What motivated you to pursue a career in science, and what have been the most interesting moments on the path that led you to where you are now?

According to my parents, I always had a strong curiosity for nature from a very young age… I think I decided to do science – and biology, in particular – because I wanted to satisfy this personal curiosity towards understanding the mystery that life is. Concerning my career in science, I think the turning point was being accepted into the PhD programme at the Francis Crick Institute. I was coming from a small institute in the north of Italy and I was living close to my hometown. At the Crick, I found myself projected in another dimension: a huge, international institute in the heart of one of the biggest cities on the planet. I believe I would not be the scientist and the person I am now without having gone through such an enriching experience. I will be always grateful to my PhD supervisor Dr Caroline Hill for having given me this opportunity.

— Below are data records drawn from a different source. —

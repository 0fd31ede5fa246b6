"""Odometry of one robot, integrated exactly between any stamps, with its noise and sensitivities.

The rows become intervals of constant body twist: in twist form a row holds until the next one (the
last for one median period), in pose form the motion between two rows follows the geodesic. Before
the first and after the last interval the body is held where it is.

Notes
-----
Noise is a random walk along the path (:data:`jointmap.graph.problem.ODOMETRY_TERMS`); the shapes
that the terms scale are accumulated by :mod:`jointmap.graph.walk`. Where rows are missing the twist
is unknown: a gap of length G adds the variance ``(v G)^2`` to each axis of translation and
``(w G)^2`` to each of rotation, with v and w the 0.99 quantiles of the robot's own speed and turn
rate while it moves or turns. A keyframe inside a gap divides that variance by time.
"""

from __future__ import annotations

from dataclasses import dataclass
from functools import cached_property

import numpy as np
from numpy.typing import NDArray

from jointmap import frames
from jointmap.errors import SurveyError
from jointmap.graph import steps
from jointmap.graph.rownoise import RowNoise, stated_noise
from jointmap.graph.walk import GAP, LONGEST, PATH, TURN, walk
from jointmap.ingest.survey import Odometry

Floats = NDArray[np.float64]
Bools = NDArray[np.bool_]

#: Quantile of a robot's own speed that stands for what it may do while no rows come.
SPEED_QUANTILE = 0.99
#: A gap is an interval longer than both.
GAP_PERIODS, GAP_SECONDS = 10.0, 0.5
#: Rows that quantiles look at; more add nothing but time.
_SAMPLE = 500_000
#: Tangent of a planar pose (x, y, yaw) within the spatial one (rotation first).
_PLANAR = (3, 4, 2)
#: Channels of the walk: the five terms of ODOMETRY_TERMS, then gaps.
_TERMS = np.zeros((6, 2, 5))
for _channel, _side, _amount in ((0, 0, 0), (1, 1, 0), (2, 1, 1), (3, 0, 2), (4, 1, 2)):
    _TERMS[_channel, _side, _amount] = 1.0
_TERMS[5, 0, 3] = _TERMS[5, 1, 4] = 1.0


@dataclass(frozen=True)
class Cumulative:
    """Odometry as intervals of constant body twist.

    Parameters
    ----------
    dimension : int
    edges : (M+1,) seconds, not decreasing
    tangents : (M, dof)
        Motion over each whole interval, body tangent at its start, scale factors applied.
    rows : (N, 3 or 7) or None
        Table rows of pose form that are the poses at the edges (scale factors 1).
    start : (3 or 7,)
        Table row of the pose at the first edge.
    period_s : float
        Median time between rows.
    """

    dimension: int
    edges: Floats
    tangents: Floats
    rows: Floats | None
    start: Floats
    period_s: float

    @cached_property
    def poses(self) -> Floats:
        """Table rows ``x y z qx qy qz qw`` (M+1, 7) of the poses at the edges."""
        out = np.zeros((len(self.edges), 7))
        rows = self.start[None] if self.rows is None else self.rows
        full = np.zeros((len(rows), 7))
        if self.dimension == 2:
            full[:, :2], half = rows[:, :2], 0.5 * rows[:, 2]
            full[:, 5], full[:, 6] = np.sin(half), np.cos(half)
        else:
            full[:] = rows
        if self.rows is not None:
            return full
        steps.chain(self.tangents, full[0], out)
        return out

    def at(self, t_query: Floats) -> Floats:
        """Poses (Q, *shape) in the odometry frame at stamps (Q,) in any order, clamped."""
        t = np.asarray(t_query, dtype=np.float64)
        last = len(self.edges) - 1
        edge = np.clip(np.searchsorted(self.edges, t, side="right") - 1, 0, last)
        length = self.edges[np.minimum(edge + 1, last)] - self.edges[edge]
        share = np.clip((t - self.edges[edge]) / np.where(length > 0, length, np.inf), 0.0, 1.0)
        out = np.empty((len(t), 7))
        steps.follow(self.poses, self.tangents, edge, share, out)
        return from_seven(out, self.dimension)

    def twist(self, t_query: Floats) -> Floats:
        """Body twists (Q, dof) per second at stamps (Q,); zero outside the span."""
        t = np.asarray(t_query, dtype=np.float64)
        out = np.zeros((len(t), self.tangents.shape[1]))
        edge = np.searchsorted(self.edges, t, side="right") - 1
        inside = (edge >= 0) & (edge < len(self.tangents))
        e = edge[inside]
        out[inside] = self.tangents[e] / (self.edges[e + 1] - self.edges[e])[:, None]
        return out


@dataclass(frozen=True)
class OdometryIncrements:
    """What a robot's odometry says between K neighbouring keyframes.

    Parameters
    ----------
    delta : (K-1, *pose shape)
        Pose of the later keyframe in the earlier one.
    basis : (K-1, 5, dof, dof)
        Covariance of ``delta`` (body tangent at the later keyframe) per squared unit of each term
        of ODOMETRY_TERMS.
    row_cov : (K-1, dof, dof)
        Covariance accumulated from what the rows state by themselves; NaN where any row of the
        pair states nothing usable.
    gap_cov : (K-1, dof, dof)
        Covariance to add for the time without rows; zero without gaps.
    path_m, turn_rad, duration_s : (K-1,)
    gap_s : (K-1,)
        Longest time without rows inside the pair.
    gap : (K-1,) bool
        The pair touches an interval longer than the threshold, or time outside the rows.
    n_ignored : int
        Rows whose accumulated covariance could not be used.
    """

    delta: Floats
    basis: Floats
    row_cov: Floats
    gap_cov: Floats
    path_m: Floats
    turn_rad: Floats
    duration_s: Floats
    gap_s: Floats
    gap: Bools
    n_ignored: int


@dataclass(frozen=True)
class Gaps:
    """Where rows are missing: ``hole`` (M,) length of gaps, else 0; ``speed2`` (2,) squared."""

    hole: Floats
    speed2: Floats


def from_seven(rows: Floats, dimension: int) -> Floats:
    """Poses (Q, *shape) of rows ``x y z qx qy qz qw`` (planar ones turn about z only)."""
    if dimension == 3:
        return frames.SE3.from_rows(rows)
    out = rows[:, :3].copy()
    out[:, 2] = frames.wrap(2.0 * np.arctan2(rows[:, 5], rows[:, 6]))
    return out


def cumulative(
    odometry: Odometry,
    t_rows: Floats,
    dimension: int,
    translation_scale: float = 1.0,
    rotation_scale: float = 1.0,
) -> Cumulative:
    """Prepare a robot's odometry for any number of queries.

    Parameters
    ----------
    odometry : Odometry
    t_rows : (N,) seconds
        Survey time of the motion that each row describes (clock and lag applied), increasing.
    dimension : int
        2 or 3.
    translation_scale, rotation_scale : float
        Factors on the tangent of each increment (pose form) or on the twist.

    Raises
    ------
    SurveyError
        No rows, or stamps that go back.
    """
    t = np.asarray(t_rows, dtype=np.float64)
    if len(t) == 0:
        raise SurveyError("odometry has no rows (mend: remove the robot or give its odometry)")
    step = np.diff(t)
    if not np.all(step >= 0.0):
        raise SurveyError("odometry stamps go back (mend: sort the rows by time)")
    period = float(np.median(step)) if len(step) else 0.0
    dof = frames.group(dimension).dof
    scale = np.full(dof, float(translation_scale))
    scale[2 if dimension == 2 else slice(0, 3)] = rotation_scale
    rows, start = None, np.array([0.0, 0.0, 0.0, 0.0, 0.0, 0.0, 1.0])
    if odometry.pose is not None:
        rows = np.ascontiguousarray(odometry.pose, dtype=np.float64)
        edges, tangents, start = t, np.empty((len(t) - 1, dof)), rows[0]
        steps.between_rows(rows, tangents)
        unit = translation_scale == 1.0 and rotation_scale == 1.0
        rows = rows if unit else None
    else:
        assert odometry.twist is not None
        edges = np.append(t, t[-1] + period)
        twist = np.asarray(odometry.twist, dtype=np.float64)
        if dimension == 2:
            # a robot that logs no sideways speed has none
            tangents, start = (
                np.where([[False, True, False]] & np.isnan(twist), 0.0, twist),
                np.zeros(3),
            )
        else:
            tangents = twist[:, [3, 4, 5, 0, 1, 2]]
        tangents = tangents * np.diff(edges)[:, None]
    tangents *= scale
    return Cumulative(dimension, edges, tangents, rows, start, period)


def dead_reckon(
    odometry: Odometry,
    t_rows: Floats,
    t_query: Floats,
    dimension: int,
    translation_scale: float = 1.0,
    rotation_scale: float = 1.0,
) -> Floats:
    """Poses (Q, *shape) of the body in the robot's odometry frame at stamps (Q,) in any order.

    Queries outside the span of the rows are clamped to its ends. Parameters as in
    :func:`cumulative`; make that once and ask it with ``at`` to query large logs repeatedly.
    """
    made = cumulative(odometry, t_rows, dimension, translation_scale, rotation_scale)
    return made.at(t_query)


def find_gaps(made: Cumulative, max_gap_s: float | None = None) -> Gaps:
    """Gaps longer than ``max_gap_s`` (default: 0.5 s and ten median periods), and the speeds."""
    limit = max(GAP_SECONDS, GAP_PERIODS * made.period_s) if max_gap_s is None else max_gap_s
    length = np.diff(made.edges)
    hole = np.where(length > limit, length, 0.0)
    usable = np.flatnonzero((length > 0.0) & (hole == 0.0))
    usable = usable[:: max(1, len(usable) // _SAMPLE)]
    turns = _PLANAR[2] if made.dimension == 2 else slice(0, 3)
    moves = slice(0, 2) if made.dimension == 2 else slice(3, 6)
    speed2 = np.zeros(2)
    for side, columns in enumerate((moves, turns)):
        part = made.tangents[usable][:, columns].reshape(len(usable), -1)
        rate = np.linalg.norm(part, axis=1) / length[usable]
        rate = rate[rate > 0.0]
        speed2[side] = np.quantile(rate, SPEED_QUANTILE) ** 2 if len(rate) else 0.0
    return Gaps(hole, speed2)


def moment_covariance(moments: Floats, dimension: int) -> Floats:
    """Covariance (…, dof, dof) in the tangent of the last restart, of moments (…, 11)."""
    m = np.zeros((*moments.shape[:-1], 6, 6))
    wt, wr = moments[..., 0], moments[..., 1]
    spread = np.empty((*moments.shape[:-1], 3, 3))
    for k, (i, j) in enumerate(((0, 0), (0, 1), (0, 2), (1, 1), (1, 2), (2, 2))):
        spread[..., i, j] = spread[..., j, i] = moments[..., 5 + k]
    lever = frames.skew(moments[..., 2:5])
    eye = np.eye(3)
    m[..., :3, :3] = wr[..., None, None] * eye
    m[..., 3:, :3], m[..., :3, 3:] = lever, np.swapaxes(lever, -1, -2)
    trace = np.einsum("...ii->...", spread) + wt
    m[..., 3:, 3:] = trace[..., None, None] * eye - spread
    return m if dimension == 3 else m[..., _PLANAR, :][..., _PLANAR]


def walk_increments(
    made: Cumulative, stamps: Floats, restart: Bools, gaps: Gaps, per_piece: Floats, noise: RowNoise
) -> tuple[Floats, Floats, Floats, Floats, Floats]:
    """:func:`jointmap.graph.walk.walk` with the arguments in order and C layout."""
    return walk(  # type: ignore[no-any-return]
        made.edges,
        np.ascontiguousarray(made.tangents),
        np.ascontiguousarray(stamps, dtype=np.float64),
        restart,
        gaps.speed2,
        gaps.hole,
        per_piece,
        noise.kind,
        noise.values,
    )


def increments(
    odometry: Odometry,
    t_rows: Floats,
    t_key: Floats,
    dimension: int,
    translation_scale: float = 1.0,
    rotation_scale: float = 1.0,
    max_gap_s: float | None = None,
) -> OdometryIncrements:
    """Motion and noise shapes between neighbouring keyframes with increasing stamps ``t_key`` (K,).

    Parameters as in :func:`cumulative`; ``max_gap_s`` as in :func:`find_gaps`.
    """
    made = cumulative(odometry, t_rows, dimension, translation_scale, rotation_scale)
    gaps = find_gaps(made, max_gap_s)
    noise = stated_noise(odometry, made.edges, dimension)
    key = np.asarray(t_key, dtype=np.float64)
    all_restart = np.ones(len(key), dtype=bool)
    pose, moments, stated, extra, _ = walk_increments(made, key, all_restart, gaps, _TERMS, noise)
    group = frames.group(dimension)
    delta = from_seven(pose, dimension)[1:]
    back = group.adjoint(group.inverse(delta))
    back_t = np.swapaxes(back, -1, -2)
    shapes = moment_covariance(moments[1:], dimension)
    shapes = back[:, None] @ shapes @ back_t[:, None]
    row_cov = np.full((len(delta), group.dof, group.dof), np.nan)
    if noise.kind:
        total = stated[1:] if dimension == 3 else stated[1:][:, _PLANAR, :][..., _PLANAR]
        row_cov = back @ total @ back_t
    return OdometryIncrements(
        delta=delta,
        basis=shapes[:, :5],
        row_cov=row_cov,
        gap_cov=shapes[:, 5],
        path_m=extra[1:, PATH],
        turn_rad=extra[1:, TURN],
        duration_s=np.diff(key),
        gap_s=extra[1:, LONGEST],
        gap=extra[1:, GAP] > 0,
        n_ignored=noise.n_ignored,
    )


def increment_jacobians(
    odometry: Odometry,
    t_rows: Floats,
    t_key: Floats,
    dimension: int,
    translation_scale: float = 1.0,
    rotation_scale: float = 1.0,
) -> Floats:
    """Derivative (K-1, dof, 3) of each increment by translation scale, rotation scale and lag.

    Rows are the body tangent at the later keyframe. A larger lag moves ``t_rows`` later while the
    keyframes stay.

    Notes
    -----
    With ``D`` the increment, ``w_a`` and ``w_b`` the twists at both ends:
    ``exp(l w_a) D exp(-l w_b) = D exp(l (Ad(D^-1) w_a - w_b))`` to first order in the lag ``l``.
    The position of D is proportional to the translation scale.
    """
    made = cumulative(odometry, t_rows, dimension, translation_scale, rotation_scale)
    key = np.asarray(t_key, dtype=np.float64)
    none = RowNoise(0, np.zeros((0, 1, 1)), 0)
    quiet = Gaps(np.zeros(len(made.tangents)), np.zeros(2))
    pose, _, _, _, slope = walk_increments(
        made, key, np.ones(len(key), dtype=bool), quiet, np.zeros((0, 2, 5)), none
    )
    group = frames.group(dimension)
    spatial = frames.SE3.from_rows(pose[1:])
    turned = np.swapaxes(spatial[..., :3], -1, -2)
    by = np.zeros((len(spatial), 6, 2))
    by[:, 3:, 0] = np.einsum("nij,nj->ni", turned, spatial[..., 3]) / translation_scale
    by[:, :3, 1] = np.einsum("nij,nj->ni", turned, slope[1:, :3]) / rotation_scale
    by[:, 3:, 1] = np.einsum("nij,nj->ni", turned, slope[1:, 3:]) / rotation_scale
    twist = made.twist(key)
    back = group.adjoint(group.inverse(from_seven(pose, dimension)[1:]))
    lag = np.einsum("nij,nj->ni", back, twist[:-1]) - twist[1:]
    return np.concatenate([by if dimension == 3 else by[:, _PLANAR], lag[..., None]], axis=-1)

Who are your role models in science? Why?

Rita Levi Montalcini was an Italian neuroscientist. She won the Nobel prize in Physiology and Medicine for the discovery of the nerve growth factor. Of Jewish origins, during the 2nd World War Rita was expelled from the University of Torino – the same place where I did my studies – but continued to carry out her experiments by setting up a research lab in her bedroom. To me, she is an extraordinary example of resilience and determination. Thinking about the difficulties she must have been able to overcome as a young Jewish woman scientist helps me to put in perspective the challenges I face in my research.

What's next for you?

Currently, I am very much enjoying doing a postdoc in neuroepigenetics at the Ecole Politechnique Federal de Lausanne (EPFL). It's a completely new field of research for me, and I believe changing field after my PhD helped me to find new motivations to stay in science. My goal for the next years is to complete the postdoc in the best way possible in order to progress in the academia career towards independency. However, if this does not work out, I will do a second postdoc.

Tell us something interesting about yourself that wouldn't be on your CV

I like sailing and alpinism… if I'm not in the lab you will probably find me on the lake or climbing a mountain.